Family B: Cross-framework pivots

  • B1. Element volume by jurisdiction. Join element_framework_bindings() to framework_metadata()$jurisdiction and aggregate.
  • B2. Element volume by sector. Same shape, on framework_metadata()$sector.
  • B3. Element volume by specificity. Same shape, on framework_metadata()$specificity.
  • B4. Framework-vs-framework structural comparison. Filter role_framework_bindings() to two frameworks and compare role counts, element-per-role distributions.

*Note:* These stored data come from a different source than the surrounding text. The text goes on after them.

/**
 * The import, step by step: choose a file (uploaded with visible progress and checked as a dry
 * run), correct the column matching, read the preview and every bad row, choose how to treat
 * bad rows, import, and see what happened with links to the vehicles.
 */
export function ImportWizard() {
  const router = useRouter();
  const fileInput = useRef<HTMLInputElement>(null);
  const upload = useRef<UploadHandle | null>(null);
  const [file, setFile] = useState<File | null>(null);
  const [check, setCheck] = useState<ImportResult | null>(null);
  const [mapping, setMapping] = useState<EditableMapping>({});
  const [edited, setEdited] = useState<Set<string>>(new Set());
  const [mode, setMode] = useState<Mode>("good_rows");
  const [busy, setBusy] = useState<Busy>(null);
  const [error, setError] = useState<{ at: "check" | "commit"; error: ImportRequestError } | null>(null);
  const [outcome, setOutcome] = useState<ImportResult | null>(null);

  async function run(chosen: File, dryRun: boolean, withMapping: EditableMapping | undefined) {
    setError(null);
    setBusy({ label: dryRun ? "Checking" : "Importing", fraction: 0 });
    const handle = sendImport({ file: chosen, dryRun, mapping: withMapping, mode: dryRun ? undefined : mode }, (fraction) =>
      setBusy((b) => (b ? { ...b, fraction } : b)),
    );
    upload.current = handle;
    try {
      const result = await handle.promise;
      if (dryRun) {
        setCheck(result);
        setMapping(result.mapping);
        setEdited(new Set());
      } else {
        setOutcome(result);
      }
      // Every check and import is in the history below.
      router.refresh();
    } catch (caught) {
      setError({
        at: dryRun ? "check" : "commit",
        error: caught instanceof ImportRequestError ? caught : new ImportRequestError(0, "internal", "The import could not be done. Nothing was changed."),
      });
    } finally {
      upload.current = null;
      setBusy(null);
    }
  }

  function choose(event: ChangeEvent<HTMLInputElement>) {
    const chosen = event.target.files?.[0] ?? null;
    setFile(chosen);
    setCheck(null);
    setOutcome(null);
    setEdited(new Set());
    if (chosen) void run(chosen, true, undefined);
  }

  function changeField(heading: string, field: VehicleField | null) {
    setMapping((m) => ({ ...m, [heading]: field }));
    setEdited((e) => new Set(e).add(heading));
  }

  function startOver() {
    setFile(null);
    setCheck(null);
    setOutcome(null);
    setError(null);
    setEdited(new Set());
    if (fileInput.current) fileInput.current.value = "";
  }

  const dirty = edited.size > 0;
  const bad = check ? badRows(check) : 0;
  const canCommit = check !== null && check.ready && !dirty && busy === null && (mode === "good_rows" ? check.valid > 0 : bad === 0 && check.valid > 0);

  if (outcome) return <ImportOutcome outcome={outcome} onAgain={startOver} />;

  return (
    <div className="flex flex-col gap-6">
      <Card>
        <CardHeader
          title="1. Choose the file"
          description="A CSV or XLSX vehicle register, up to 10 MB and 20,000 rows. Nothing is written until you press Import."
        />
        <CardBody className="flex flex-col gap-4">
          <div className="flex flex-wrap items-center gap-3">
            <label htmlFor="import-file" className="text-sm font-semibold text-ink">
              Register file
            </label>
            <input
              ref={fileInput}
              id="import-file"
              name="file"
              type="file"
              accept=".csv,.xlsx,text/csv,application/vnd.openxmlformats-officedocument.spreadsheetml.sheet"
              onChange={choose}
              disabled={busy !== null}
              className="block text-sm text-ink file:mr-3 file:h-10 file:cursor-pointer file:rounded-md file:border file:border-line-strong file:bg-surface-raised file:px-4 file:font-semibold file:text-ink hover:file:bg-surface-sunken"
            />
            {busy && (
              <Button variant="ghost" size="sm" onClick={() => upload.current?.abort()}>
                Stop
              </Button>
            )}
          </div>
          {busy && <UploadProgress fraction={busy.fraction} label={busy.label} />}
          {error?.at === "check" && <RequestError error={error.error} />}
        </CardBody>
      </Card>

      {check && file && (
        <>
          <Card>
            <CardHeader
              title="2. Match the columns"
              description="Each column of your file and the vehicle field it fills. Correct any that are wrong, or choose Not imported."
              actions={
                <Button variant={dirty ? "primary" : "secondary"} onClick={() => void run(file, true, mapping)} disabled={busy !== null}>
                  Check again
                </Button>
              }
            />
            <CardBody className="flex flex-col gap-3">
              {check.savedMappingUsed && !dirty && (
                <FormMessage tone="info" label="Saved matching">
                  The matching saved from your last import of this column layout is used.
                </FormMessage>
              )}
              {dirty && (
                <FormMessage tone="info" label="Matching changed" data-testid="mapping-dirty">
                  You changed the matching of {edited.size === 1 ? "a column" : `${edited.size} columns`}. Check again to see the rows read this way.
                </FormMessage>
              )}
              {!check.ready && !dirty && (
                <FormMessage tone="error" label="Required column">
                  Choose the column that holds the {check.missingRequired.map((f) => VEHICLE_FIELD_INFO[f].label.toLowerCase()).join(", ")}, then check again.
                </FormMessage>
              )}
              <MappingTable check={check} mapping={mapping} edited={edited} onChange={changeField} disabled={busy !== null} />
              {check.unknownColumns.length > 0 && (
                <p className="text-sm text-muted" data-testid="unknown-columns">
                  Not matched to any field, so not imported: {check.unknownColumns.join(", ")}.
                </p>
              )}
            </CardBody>
          </Card>

          <Card>
            <CardHeader
              title="3. Preview"
              description={`The first rows of ${check.filename}. Row numbers are the ones your spreadsheet shows; the header is row ${check.headerRowNumber}.`}
            />
            <CardBody>
              <PreviewTable check={check} />
            </CardBody>
          </Card>

          <Card>
            <CardHeader title="4. Check" description={check.summary} />
            <CardBody className="flex flex-col gap-5">
              <div className="flex flex-wrap gap-3" data-testid="check-counts">
                <Count label="rows in the file" value={check.totalRows} testId="count-total" />
                <Count label="new vehicles" value={check.created} testId="count-create" />
                <Count label="vehicles to update" value={check.updated} testId="count-update" />
                <Count label="unchanged" value={check.unchanged} testId="count-unchanged" />
                <Count label="rows with errors" value={bad} tone="danger" testId="count-errors" />
              </div>

              {check.newPlatforms.length > 0 && (
                <div className="flex flex-col gap-2" data-testid="new-platforms">
                  <h3 className="text-sm font-semibold text-ink">New platforms</h3>
                  <p className="text-sm text-muted">
                    These makes and models are not in Rigline yet. They are created with the figures the file gives; enter the maker&apos;s
                    other figures on the platform before relying on mass checks.
                  </p>
                  <ul className="flex flex-col gap-1 text-sm">
                    {check.newPlatforms.map((p) => (
                      <li key={`${p.make}|${p.model}|${p.variant}`} className="flex flex-wrap items-center gap-2">
                        <span className="font-semibold">
                          {p.make} {p.model}
                        </span>
                        {p.variant && <span className="text-muted">{p.variant}</span>}
                        <StatusPill tone="warn" size="sm">
                          Ratings missing
                        </StatusPill>
                        <span className="text-muted">rows {p.rowNumbers.join(", ")}</span>
                      </li>
                    ))}
                  </ul>
                </div>
              )}

              {check.unknownDepots.length > 0 && (
                <FormMessage tone="info" label="Unknown depots" data-testid="unknown-depots">
                  The file names {check.unknownDepots.length === 1 ? "a depot" : "depots"} this organisation does not have:{" "}
                  {check.unknownDepots.join("; ")}. Correct those cells, have the depots added under{" "}
                  <Link href="/admin/depots" className="underline underline-offset-4">
                    Depots
                  </Link>
                  {check.depotColumn ? `, or choose Not imported for the column "${check.depotColumn}" to import the vehicles without a depot` : ""}.
                </FormMessage>
              )}

              {check.errors.length > 0 && (
                <div className="flex flex-col gap-2">
                  <h3 className="text-sm font-semibold text-ink">Rows with errors ({rowsWord(bad)})</h3>
                  <RowErrors errors={check.errors} />
                </div>
              )}

              {check.rows.length > 0 && (
                <details className="group">
                  <summary className="cursor-pointer text-sm font-semibold text-accent">What each good row would do ({rowsWord(check.rows.length)})</summary>
                  <div className="mt-3">
                    <PlanTable rows={check.rows} done={false} />
                  </div>
                </details>
              )}
            </CardBody>
          </Card>

          <Card>
            <CardHeader title="5. Import" description="All good rows are written together, in one step: either all of them or none." />
            <CardBody className="flex flex-col gap-3">
              <fieldset className="flex flex-col gap-2" disabled={busy !== null}>
                <legend className="mb-1 text-sm font-semibold text-ink">Rows with errors</legend>
                <label className="flex min-h-11 cursor-pointer items-start gap-3 text-sm">
                  <input type="radio" name="mode" value="good_rows" checked={mode === "good_rows"} onChange={() => setMode("good_rows")} className="mt-0.5 size-5 accent-accent" />
                  <span>
                    <span className="font-semibold">Import the good rows</span>
                    <span className="block text-muted">
                      {bad > 0 ? `${rowsWord(check.valid)} are imported; the ${rowsWord(bad)} with errors are left out.` : "Every row is good."}
                    </span>
                  </span>
                </label>
                <label className="flex min-h-11 cursor-pointer items-start gap-3 text-sm">
                  <input type="radio" name="mode" value="all_or_nothing" checked={mode === "all_or_nothing"} onChange={() => setMode("all_or_nothing")} className="mt-0.5 size-5 accent-accent" />
                  <span>
                    <span className="font-semibold">All or nothing</span>
                    <span className="block text-muted">Import only when every row is good; otherwise nothing is written.</span>
                  </span>
                </label>
              </fieldset>
              {error?.at === "commit" && <RequestError error={error.error} />}
              {mode === "all_or_nothing" && bad > 0 && (
                <FormMessage tone="info" label="All or nothing">
                  {rowsWord(bad)} {bad === 1 ? "has" : "have"} errors. Correct the file or the matching and check again, or import the good rows.
                </FormMessage>
              )}
            </CardBody>
            <CardFooter>
              <Button variant="ghost" onClick={startOver} disabled={busy !== null}>
                Choose another file
              </Button>
              <Button onClick={() => void run(file, false, mapping)} disabled={!canCommit} loading={busy?.label === "Importing"}>
                {dirty ? "Check again first" : `Import ${rowsWord(check.valid)}`}
              </Button>
            </CardFooter>
          </Card>
        </>
      )}
    </div>
  );
}

function RequestError({ error }: { error: ImportRequestError }) {
  return (
    <div className="flex flex-col gap-3">
      <FormMessage tone="error" label="Import error" data-testid="import-error">
        {error.message}
      </FormMessage>
      {error.details.some((d) => d.row !== undefined) && <RowErrors errors={error.details} testId="refused-rows" />}
    </div>
  );
}
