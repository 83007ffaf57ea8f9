import type { Metadata } from "next";
import Link from "next/link";
import { notFound } from "next/navigation";
import { RaiseJobForm } from "@/components/jobs/raise-job-form";
import { Button, Card, CardBody, CardHeader, Field, PageHeader, Select } from "@/components/ui";
import { db } from "@/db/client";
import { findDefect } from "@/db/defects";
import { listVehicleSummaries } from "@/db/vehicles";
import { vehiclePlan } from "@/lib/commands/jobs";
import { defectTitle } from "@/lib/defects";
import { AppError } from "@/lib/server/errors";
import { requirePermission } from "@/lib/server/guard";
import { execute } from "@/lib/server/operation";

export const metadata: Metadata = { title: "Raise a job" };

export default async function NewJobPage({ searchParams }: { searchParams: Promise<{ vehicleId?: string; defectId?: string }> }) {
  const user = await requirePermission("manage", "Job");
  const { vehicleId, defectId } = await searchParams;
  if (!vehicleId) {
    const vehicles = await listVehicleSummaries(db(), user, { limit: 500 });
    return (
      <div className="flex flex-col gap-6">
        <PageHeader title="Raise a job" question="Which vehicle needs work?" />
        <Card>
          <CardBody>
            <form method="get" aria-label="Choose a vehicle" className="flex flex-wrap items-end gap-4">
              <Field label="Vehicle" id="new-job-vehicle">
                <Select name="vehicleId">
                  {vehicles
                    .filter((v) => v.state !== "retired")
                    .map((v) => (
                      <option key={v.id} value={v.id}>
                        {v.fleetNumber} · {v.make} {v.model} · {v.depotName ?? "no depot"}
                      </option>
                    ))}
                </Select>
              </Field>
              <Button type="submit">See its gaps</Button>
            </form>
          </CardBody>
        </Card>
      </div>
    );
  }
  const plan = await execute(vehiclePlan, user, { vehicleId }).catch((error: unknown) => {
    if (error instanceof AppError && (error.code === "not_found" || error.code === "validation_failed")) notFound();
    throw error;
  });
  // Raised from a triaged defect on this vehicle: the job starts from its words and links it.
  const found = defectId && user.ability.can("triage", "Defect") ? await findDefect(db(), user, defectId) : null;
  const repairFor =
    found && found.defect.vehicleId === plan.vehicle.id && found.defect.state === "triaged"
      ? {
          id: found.defect.id,
          title: defectTitle(found.defect.category, found.defect.description, 150),
          description: found.defect.description.replace(/\s+/g, " ").trim().slice(0, 400),
        }
      : null;
  return (
    <div className="flex flex-col gap-6">
      <PageHeader
        eyebrow={
          <Link href={`/vehicles/${plan.vehicle.id}/jobs`} className="hover:underline">
            {plan.vehicle.fleetNumber} · {plan.vehicle.make} {plan.vehicle.model}
          </Link>
        }
        title="Raise a job"
        question="Which of this vehicle's gaps should the job close?"
      />
      <Card>
        <CardHeader title="From the vehicle's variance" description="Short, off-spec and unproven lines, in the order they can be fitted" />
        <CardBody>
          <RaiseJobForm vehicleId={plan.vehicle.id} fleetNumber={plan.vehicle.fleetNumber} lines={plan.lines} repairFor={repairFor} />
        </CardBody>
      </Card>
    </div>
  );
}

The runner (scripts/040-run-sparql.R) implements six named analyses (q10 through q15) that map onto these families and write one CSV per analysis to data/processed/query-results/.

Implementation notes

  • The package’s analytical queries live in R, not in .rq files. The inst/queries/ directory is reserved for user-supplied custom queries. See its README.md.
  • Direct SPARQL access remains available via rdflib::rdf_query(rdf, query_text) for users who need it. Stick to single basic graph patterns for reliability.
  • For aggregation, never use COUNT, GROUP BY, or HAVING in SPARQL. librdf’s SPARQL 1.1 aggregate support is unreliable. Aggregate in dplyr.
  • A future release may add an Apache Jena Fuseki backend for full SPARQL 1.1 support. This would relax the single-BGP discipline for users running against a Fuseki endpoint.